Regardless of the stupidity of cutting education and skills courses in adult prisons, it is totally unacceptable if the amount of education on offer to the under-18s or indeed the under-21s in custody is to be reduced. I shall be drawing the attention of delegates to this story in the hope that the parliamentary party will take up the issue with the government.
The Ministry of Justice has been battered with massive cuts for the whole of this century, to a point where parts of our criminal and civil justice systems just aren’t working. Local justice has completely disappeared and, as a result, just to provide one example, shoplifting has increased dramatically. If a police unit that has arrested a shoplifter has to drive 20 miles to take the shoplifter to the nearest custody suite, just for the person to opt for trial at Crown Court when they first appear before a magistrate, there is little incentive to respond to the first call of the day, especially if it means the market town has reduced police cover for several hours while the individual is taken to be processed at the nearest custody suite.
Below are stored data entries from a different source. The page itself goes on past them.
describe('a designer of a project', () => {
  it('when the designer lists tests, then only the approved tests of their project come back', async () => {
    const listed = (await w.designer.get(api('/tests')).expect(200)).body as TestSummary[];
    expect(listed.map((t) => t.id)).toEqual([w.p1.testId]);
  });

  it('when the designer opens the approved test, then its detail, analysis, readings and approvals come back without the lab’s job messages or change requests', async () => {
    const detail = (await w.designer.get(api(`/tests/${w.p1.testId}`)).expect(200)).body as { latestUploadId: string | null; latestAnalysisJob: unknown; status: string };
    expect(detail.status).toBe('approved');
    expect(detail.latestUploadId).toBeNull();
    expect(detail.latestAnalysisJob).toBeNull();
    await w.designer.get(api(`/tests/${w.p1.testId}/analysis`)).expect(200);
    const readings = (await w.designer.get(api(`/tests/${w.p1.testId}/readings?limit=5`)).expect(200)).body as { total: number };
    expect(readings.total).toBeGreaterThan(0);
    const reviews = (await w.designer.get(api(`/tests/${w.p1.testId}/reviews`)).expect(200)).body as ReviewEvent[];
    expect(reviews.map((r) => r.decision)).toEqual(['approved']);
  });

  it('when the designer opens a draft, a submitted or a returned test of their own project, then 404 like a missing test', async () => {
    await w.designer.get(api(`/tests/${w.p1.testId}/data.xlsx`)).expect(200);
    for (const fixture of [w.p1Draft, w.p1Submitted, w.p1Returned]) {
      for (const part of ['', '/analysis', '/readings', '/reviews', '/data.xlsx']) {
        const res = await w.designer.get(api(`/tests/${fixture.testId}${part}`));
        expect({ part, status: res.status }).toEqual({ part, status: 404 });
      }
    }
  });

  it('when the designer opens another project’s or another laboratory’s ids, then 404', async () => {
    await w.designer.get(api(`/projects/${w.p2.projectId}`)).expect(404);
    await w.designer.get(api(`/tests?projectId=${w.p2.projectId}`)).expect(404);
    await w.designer.get(api(`/tests/${w.p2.testId}`)).expect(404);
    await w.designer.get(api(`/tests/${w.other.testId}`)).expect(404);
    await w.designer.get(api(`/soil-records/${w.p2.recordId}`)).expect(404);
    await w.designer.get(api(`/soil-records/${w.other.recordId}/versions/1/summary`)).expect(404);
    await w.designer.get(api(`/boreholes/${w.other.boreholeId}/samples`)).expect(404);
    const records = (await w.designer.get(api('/soil-records')).expect(200)).body as SoilRecordSummary[];
    expect(records.map((r) => r.id)).toEqual([w.p1.recordId]);
  });

  it('when the designer follows a job, then only the jobs they started; the lab’s analysis jobs answer 404', async () => {
    const labJob = await jobRuns.latestFor(w.orgId, w.p1.testId, 'analyse-test');
    const [designerRow] = (await dataSource.query('SELECT user_id FROM project_members WHERE project_id = $1 AND role = $2', [w.p1.projectId, 'designer'])) as Array<{ user_id: string }>;
    const own = await jobRuns.create({ organisationId: w.orgId, kind: 'designer-owned', createdById: designerRow?.user_id ?? null });
    if (labJob) await w.designer.get(api(`/jobs/${labJob.id}`)).expect(404);
    await w.designer.get(api(`/jobs/${own.id}`)).expect(200);
  });

  it('when the designer calls a route that changes the lab’s records, then 403', async () => {
    const calls: Array<[string, string]> = [
      ['post', '/projects'],
      ['patch', `/projects/${w.p1.projectId}`],
      ['post', `/projects/${w.p1.projectId}/boreholes`],
      ['post', `/boreholes/${w.p1.boreholeId}/samples`],
      ['post', `/samples/${w.p1.sampleId}/tests`],
      ['patch', `/tests/${w.p1.testId}`],
      ['post', `/tests/${w.p1.testId}/analysis`],
      ['post', `/tests/${w.p1.testId}/submit`],
      ['post', `/tests/${w.p1.testId}/approve`],
      ['post', `/tests/${w.p1.testId}/request-changes`],
      ['post', `/tests/${w.p1.testId}/uploads`],
      ['post', `/projects/${w.p1.projectId}/clients`],
      ['post', '/invitations'],
    ];
    for (const [method, path] of calls) {
      const res = method === 'post' ? await w.designer.post(api(path), {}) : await w.designer.patch(api(path), {});
      expect({ path, status: res.status }).toEqual({ path, status: 403 });
    }
  });

  it('when the lab re-works an approved test, then the designer no longer opens the test, and still reads the approved version and its summary', async () => {
    const reworked = await approvedTest(w.orgId, w.technicianId, w.managerId, { onSampleOf: w.p1 });
    await dataSource.query(`UPDATE consolidation_tests SET picks = '{"preconsolidationStressKpa": 90}' WHERE id = $1`, [reworked.testId]);
    await runAnalysis(w.orgId, reworked.testId, w.technicianId);
    await w.designer.get(api(`/tests/${reworked.testId}`)).expect(404);
    await w.designer.get(api(`/tests/${reworked.testId}/analysis`)).expect(404);
    await w.designer.get(api(`/soil-records/${reworked.recordId}`)).expect(200);
    const summary = (await w.designer.get(api(`/soil-records/${reworked.recordId}/versions/1/summary`)).expect(200)).body as IssuedTestSummary;
    // The version's own analysis, not the re-analysis with the new pick.
    expect((summary.result['preconsolidation'] as { adoptedFrom: string }).adoptedFrom).not.toBe('pick');
  });
});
There are times when government’s economy drives have unintended consequences, and cuts to the Ministry of Justice have already been too deep. Cutting access to education and skills for prisoners is not a sensible move.
Fortunately, we have fewer under-18s in prison than last time that Labour was in government, but those that are there probably contain a high percentage of young people for whom schooling had been a painful experience both for them and for those that tried to teach them. If they emerge from custody with both skills and the ability to hold down a job, then there is much less chance of their re-offending.